The question arose in this case is whether the Magistrates


refusal to adjudicate was well founded. Later in the case, it
was discussed on to what extent did the English statute law
applicable in in England in 1826 apply in Penang

Ratio Decidendi:

To determine this, the Court assessed whether the statute


under which the defendant (Chivatean) was called upon to act
is a part of the law of the Settlement (Penang).
The general rule of law determining what is the law of the
territory is that if the new acquisition be an uninhabited
country found out by British subjects and occupied, the law of
England, so far as it is applicable becomes on the foundation
of the settlement, the law of the land.

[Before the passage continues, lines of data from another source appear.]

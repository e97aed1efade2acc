import { notFound } from 'next/navigation';
import { ProfileForm } from '@/components/auth/ProfileForm';
import { getProfessionalProfile } from '@/db/queries/profile';
import { saveProfessionalProfileAction } from '@/server/auth/profileActions';
import { requirePageUser } from '@/server/auth/session';

export const dynamic = 'force-dynamic';

/** The signed-in person's own profile: name and e-mail as the team knows them, and the licence a reviewer signs with. */
export default async function ProfilePage() {
  const user = await requirePageUser();
  const profile = await getProfessionalProfile(user.teamId, user.id);
  if (!profile) notFound();
  return (
    <div className="space-y-4">
      <div>
        <h1 className="text-title font-semibold">Your profile</h1>
        <p className="text-body text-ink-600">
          {profile.name} · {profile.email}
        </p>
        <p className="mt-1 max-w-2xl text-body text-ink-700">
          A sheet you approve prints your name with the licence or registration below and its jurisdiction, above the signature and stamp area of its calculation package.
        </p>
      </div>
      <ProfileForm initial={{ licenceNumber: profile.licenceNumber, licenceJurisdiction: profile.licenceJurisdiction }} onSave={saveProfessionalProfileAction} />
    </div>
  );
}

But that if it be an
inhabited country obtained by conquest or cession, the law in
existence at the time of the acquisition, continues in force,
until changed by the new sovereign. However, this settlement
did not fall exactly under either branch of the aforesaid rule- it

was neither a colony of British, nor was it an inhabited country


when ceded (4 Malay families were found during the
acquisition of the land)
To further decide on this, Maxwell R had laid down the criteria
to determine the application of the English statute (Statute 4 th
Geo IV C.34) in Penang which provided for the punishment of
labourers for willful breaches of their contract with their
employees.
No injustice or inconvenience arise from enforcing the
Act
The way by which the offence is remedied is not peculiar
to England
The stringent provisions of the Act appears to retain the
welfare of the Settlement.
It was concluded that the law applied in Penang

Held:

The Magistrate was right by declining to adjudicate upon the


caseon the alleged ground. It is said it was not the intention of
the legislature that a workman should be put into prison more
than once for not fulfilling his contract. The general spirit of
the English law is not to permit a man from being punished
over and over again on what substantially is the same matter.